→ **Work to complete**
Exactly as they appear below, repeat the lines from the one with "if c.first == nil" through the one with "score or cell", and no others.

→ **Records for this task**
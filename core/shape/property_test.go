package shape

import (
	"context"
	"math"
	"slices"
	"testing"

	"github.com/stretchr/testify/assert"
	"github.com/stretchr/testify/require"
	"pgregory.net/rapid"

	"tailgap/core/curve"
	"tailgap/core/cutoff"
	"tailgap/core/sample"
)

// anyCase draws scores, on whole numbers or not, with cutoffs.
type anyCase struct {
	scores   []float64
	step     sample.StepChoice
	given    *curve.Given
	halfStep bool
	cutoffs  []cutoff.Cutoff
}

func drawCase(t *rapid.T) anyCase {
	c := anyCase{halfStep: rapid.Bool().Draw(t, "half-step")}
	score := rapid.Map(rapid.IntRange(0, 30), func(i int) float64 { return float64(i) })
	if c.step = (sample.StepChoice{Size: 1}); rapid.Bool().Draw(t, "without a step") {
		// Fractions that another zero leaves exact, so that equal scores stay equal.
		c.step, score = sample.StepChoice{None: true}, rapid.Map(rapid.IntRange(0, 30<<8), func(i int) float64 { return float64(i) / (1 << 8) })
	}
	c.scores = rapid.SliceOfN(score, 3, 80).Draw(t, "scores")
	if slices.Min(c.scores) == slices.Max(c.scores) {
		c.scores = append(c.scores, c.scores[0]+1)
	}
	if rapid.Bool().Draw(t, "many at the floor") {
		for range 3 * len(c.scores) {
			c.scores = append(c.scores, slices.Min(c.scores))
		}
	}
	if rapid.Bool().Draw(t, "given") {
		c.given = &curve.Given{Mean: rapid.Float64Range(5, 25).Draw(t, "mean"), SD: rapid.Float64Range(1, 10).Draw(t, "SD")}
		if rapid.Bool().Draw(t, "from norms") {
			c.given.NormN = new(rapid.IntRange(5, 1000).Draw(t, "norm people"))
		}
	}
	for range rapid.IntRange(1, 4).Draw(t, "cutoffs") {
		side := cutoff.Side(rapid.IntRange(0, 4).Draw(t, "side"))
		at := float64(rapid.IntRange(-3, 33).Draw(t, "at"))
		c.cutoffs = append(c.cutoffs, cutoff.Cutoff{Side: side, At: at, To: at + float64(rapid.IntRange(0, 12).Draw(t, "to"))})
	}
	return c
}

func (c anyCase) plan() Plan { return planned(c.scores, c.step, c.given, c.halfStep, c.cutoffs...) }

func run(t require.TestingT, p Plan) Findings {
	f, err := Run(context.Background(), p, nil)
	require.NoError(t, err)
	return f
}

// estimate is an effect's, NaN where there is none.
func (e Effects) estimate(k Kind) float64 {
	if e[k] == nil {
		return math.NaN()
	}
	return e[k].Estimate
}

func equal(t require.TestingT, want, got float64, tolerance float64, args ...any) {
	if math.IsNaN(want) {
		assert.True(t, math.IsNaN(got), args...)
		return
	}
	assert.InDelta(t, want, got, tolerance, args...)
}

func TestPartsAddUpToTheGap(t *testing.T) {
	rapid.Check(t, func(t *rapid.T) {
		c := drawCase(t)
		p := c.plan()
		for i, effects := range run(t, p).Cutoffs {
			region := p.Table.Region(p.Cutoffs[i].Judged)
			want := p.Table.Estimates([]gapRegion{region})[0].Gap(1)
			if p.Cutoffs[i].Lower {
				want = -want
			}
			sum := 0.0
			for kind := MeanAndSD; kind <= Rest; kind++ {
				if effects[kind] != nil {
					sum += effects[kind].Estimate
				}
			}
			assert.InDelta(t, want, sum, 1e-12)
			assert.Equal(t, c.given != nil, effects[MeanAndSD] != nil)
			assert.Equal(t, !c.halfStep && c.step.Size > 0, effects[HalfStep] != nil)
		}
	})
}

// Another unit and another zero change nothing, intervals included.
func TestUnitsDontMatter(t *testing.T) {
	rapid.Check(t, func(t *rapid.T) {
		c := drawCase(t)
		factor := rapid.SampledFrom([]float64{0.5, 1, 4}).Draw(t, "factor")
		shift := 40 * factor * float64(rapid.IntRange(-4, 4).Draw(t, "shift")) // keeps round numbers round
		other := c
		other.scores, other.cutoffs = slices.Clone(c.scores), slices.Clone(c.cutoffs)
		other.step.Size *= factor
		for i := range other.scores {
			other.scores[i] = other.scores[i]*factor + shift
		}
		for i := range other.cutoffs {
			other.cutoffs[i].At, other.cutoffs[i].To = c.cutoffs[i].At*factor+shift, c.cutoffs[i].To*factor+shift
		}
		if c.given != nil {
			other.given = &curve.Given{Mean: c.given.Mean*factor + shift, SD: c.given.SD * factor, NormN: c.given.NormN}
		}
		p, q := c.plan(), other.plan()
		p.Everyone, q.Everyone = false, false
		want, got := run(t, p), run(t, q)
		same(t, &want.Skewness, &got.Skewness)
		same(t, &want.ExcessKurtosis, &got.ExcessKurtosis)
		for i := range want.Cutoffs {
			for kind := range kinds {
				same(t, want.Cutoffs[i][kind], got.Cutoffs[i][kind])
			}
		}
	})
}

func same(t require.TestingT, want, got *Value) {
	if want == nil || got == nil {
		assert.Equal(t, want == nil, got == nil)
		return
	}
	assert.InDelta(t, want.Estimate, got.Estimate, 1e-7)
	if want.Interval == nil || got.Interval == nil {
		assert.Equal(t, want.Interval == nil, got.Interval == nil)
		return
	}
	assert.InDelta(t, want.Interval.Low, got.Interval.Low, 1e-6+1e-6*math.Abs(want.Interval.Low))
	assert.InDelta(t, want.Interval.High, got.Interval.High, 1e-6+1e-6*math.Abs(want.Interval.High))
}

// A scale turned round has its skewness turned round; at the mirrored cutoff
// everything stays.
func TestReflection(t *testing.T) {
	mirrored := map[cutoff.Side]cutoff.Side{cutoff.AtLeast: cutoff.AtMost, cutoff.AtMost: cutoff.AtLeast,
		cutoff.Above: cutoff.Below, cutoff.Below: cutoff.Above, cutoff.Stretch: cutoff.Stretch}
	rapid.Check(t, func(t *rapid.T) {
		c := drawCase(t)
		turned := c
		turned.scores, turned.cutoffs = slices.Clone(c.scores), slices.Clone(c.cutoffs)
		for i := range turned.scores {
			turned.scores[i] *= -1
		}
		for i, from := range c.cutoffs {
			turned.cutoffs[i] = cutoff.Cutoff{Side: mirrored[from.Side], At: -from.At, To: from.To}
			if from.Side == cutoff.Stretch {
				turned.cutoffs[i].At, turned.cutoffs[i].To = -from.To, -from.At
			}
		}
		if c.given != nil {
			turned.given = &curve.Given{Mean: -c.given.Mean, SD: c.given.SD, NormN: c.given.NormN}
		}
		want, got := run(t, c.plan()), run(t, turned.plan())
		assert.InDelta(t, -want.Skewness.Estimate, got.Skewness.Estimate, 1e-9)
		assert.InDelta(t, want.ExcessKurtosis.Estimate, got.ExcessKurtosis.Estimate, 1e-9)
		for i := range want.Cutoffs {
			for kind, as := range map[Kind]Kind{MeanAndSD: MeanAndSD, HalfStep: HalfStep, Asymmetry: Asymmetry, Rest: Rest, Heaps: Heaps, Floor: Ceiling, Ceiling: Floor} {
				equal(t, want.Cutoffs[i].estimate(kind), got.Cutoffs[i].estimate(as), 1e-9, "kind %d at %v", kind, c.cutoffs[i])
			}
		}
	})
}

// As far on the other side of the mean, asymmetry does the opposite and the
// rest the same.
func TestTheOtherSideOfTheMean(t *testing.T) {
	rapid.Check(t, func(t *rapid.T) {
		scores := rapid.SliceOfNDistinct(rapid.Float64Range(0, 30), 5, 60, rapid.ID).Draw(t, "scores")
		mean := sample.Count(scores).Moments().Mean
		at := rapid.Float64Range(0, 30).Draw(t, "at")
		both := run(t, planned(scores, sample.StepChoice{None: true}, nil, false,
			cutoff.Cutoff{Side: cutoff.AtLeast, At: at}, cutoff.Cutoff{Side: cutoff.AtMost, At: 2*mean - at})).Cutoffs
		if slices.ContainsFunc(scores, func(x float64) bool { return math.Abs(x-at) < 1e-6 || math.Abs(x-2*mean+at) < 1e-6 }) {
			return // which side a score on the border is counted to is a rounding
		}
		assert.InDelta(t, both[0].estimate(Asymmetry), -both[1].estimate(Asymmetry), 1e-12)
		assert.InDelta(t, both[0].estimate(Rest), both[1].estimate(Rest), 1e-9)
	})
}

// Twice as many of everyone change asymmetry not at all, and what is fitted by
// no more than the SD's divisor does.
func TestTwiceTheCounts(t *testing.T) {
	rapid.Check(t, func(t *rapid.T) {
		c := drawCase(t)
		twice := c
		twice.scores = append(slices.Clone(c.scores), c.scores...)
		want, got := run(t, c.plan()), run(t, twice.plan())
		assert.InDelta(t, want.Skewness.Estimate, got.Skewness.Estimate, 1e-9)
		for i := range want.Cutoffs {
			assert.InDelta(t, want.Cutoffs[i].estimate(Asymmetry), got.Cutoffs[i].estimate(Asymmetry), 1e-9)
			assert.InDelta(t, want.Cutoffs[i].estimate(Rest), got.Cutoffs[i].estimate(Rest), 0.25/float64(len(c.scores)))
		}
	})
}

---

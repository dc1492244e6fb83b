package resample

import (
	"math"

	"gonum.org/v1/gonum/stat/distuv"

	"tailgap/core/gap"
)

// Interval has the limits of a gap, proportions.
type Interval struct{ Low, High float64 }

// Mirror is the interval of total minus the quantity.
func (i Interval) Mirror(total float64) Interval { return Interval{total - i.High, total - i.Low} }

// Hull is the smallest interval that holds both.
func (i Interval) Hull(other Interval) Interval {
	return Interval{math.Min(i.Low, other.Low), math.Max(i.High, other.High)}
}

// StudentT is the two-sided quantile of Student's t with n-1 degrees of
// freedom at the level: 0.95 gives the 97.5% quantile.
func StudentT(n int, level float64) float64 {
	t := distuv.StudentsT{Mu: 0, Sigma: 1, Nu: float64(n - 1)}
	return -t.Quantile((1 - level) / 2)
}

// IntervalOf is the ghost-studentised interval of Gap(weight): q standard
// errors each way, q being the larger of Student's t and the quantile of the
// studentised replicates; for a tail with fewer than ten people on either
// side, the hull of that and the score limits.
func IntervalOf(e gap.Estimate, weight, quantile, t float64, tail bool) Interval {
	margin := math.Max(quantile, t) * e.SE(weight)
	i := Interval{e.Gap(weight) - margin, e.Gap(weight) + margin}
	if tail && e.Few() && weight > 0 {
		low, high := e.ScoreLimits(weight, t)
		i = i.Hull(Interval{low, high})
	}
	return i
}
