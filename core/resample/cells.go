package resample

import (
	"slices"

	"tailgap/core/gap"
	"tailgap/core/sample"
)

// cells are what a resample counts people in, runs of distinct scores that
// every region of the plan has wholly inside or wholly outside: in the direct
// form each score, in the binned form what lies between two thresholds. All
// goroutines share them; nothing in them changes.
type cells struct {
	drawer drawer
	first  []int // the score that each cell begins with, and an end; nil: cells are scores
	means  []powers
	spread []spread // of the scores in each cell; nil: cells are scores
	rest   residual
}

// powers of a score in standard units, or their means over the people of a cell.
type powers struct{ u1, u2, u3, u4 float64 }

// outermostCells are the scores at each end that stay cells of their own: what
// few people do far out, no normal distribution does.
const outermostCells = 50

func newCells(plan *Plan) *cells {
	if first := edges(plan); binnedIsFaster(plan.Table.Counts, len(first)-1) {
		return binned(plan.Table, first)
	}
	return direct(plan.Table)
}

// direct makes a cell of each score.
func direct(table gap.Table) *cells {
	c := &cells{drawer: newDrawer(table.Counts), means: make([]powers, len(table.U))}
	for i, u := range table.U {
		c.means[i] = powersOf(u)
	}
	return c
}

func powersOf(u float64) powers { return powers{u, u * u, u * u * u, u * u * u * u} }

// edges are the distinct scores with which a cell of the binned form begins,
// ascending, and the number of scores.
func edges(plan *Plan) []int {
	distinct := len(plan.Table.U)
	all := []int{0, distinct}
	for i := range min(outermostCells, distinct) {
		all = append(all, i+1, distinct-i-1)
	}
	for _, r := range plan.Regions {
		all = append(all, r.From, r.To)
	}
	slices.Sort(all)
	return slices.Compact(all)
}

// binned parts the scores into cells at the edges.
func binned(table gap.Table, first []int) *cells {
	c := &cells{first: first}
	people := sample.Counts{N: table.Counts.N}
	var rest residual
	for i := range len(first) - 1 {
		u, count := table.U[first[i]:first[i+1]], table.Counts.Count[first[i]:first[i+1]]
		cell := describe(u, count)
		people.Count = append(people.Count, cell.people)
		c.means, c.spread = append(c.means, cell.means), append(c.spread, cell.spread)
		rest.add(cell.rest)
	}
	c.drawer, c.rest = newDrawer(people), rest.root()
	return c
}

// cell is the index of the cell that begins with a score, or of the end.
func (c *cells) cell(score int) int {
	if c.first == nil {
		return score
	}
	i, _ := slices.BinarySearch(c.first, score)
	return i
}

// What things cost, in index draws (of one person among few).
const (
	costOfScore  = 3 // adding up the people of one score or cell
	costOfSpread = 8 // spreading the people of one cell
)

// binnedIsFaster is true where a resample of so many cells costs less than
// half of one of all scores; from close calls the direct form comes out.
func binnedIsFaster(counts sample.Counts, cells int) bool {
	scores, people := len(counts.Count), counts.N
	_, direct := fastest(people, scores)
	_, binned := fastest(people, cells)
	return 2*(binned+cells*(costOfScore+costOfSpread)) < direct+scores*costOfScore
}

→ **Response**
	if c.first == nil {
		return score
	}
	i, _ := slices.BinarySearch(c.first, score)
	return i
}

// What things cost, in index draws (of one person among few).
const (
	costOfScore  = 3 // adding up the people of one score or cell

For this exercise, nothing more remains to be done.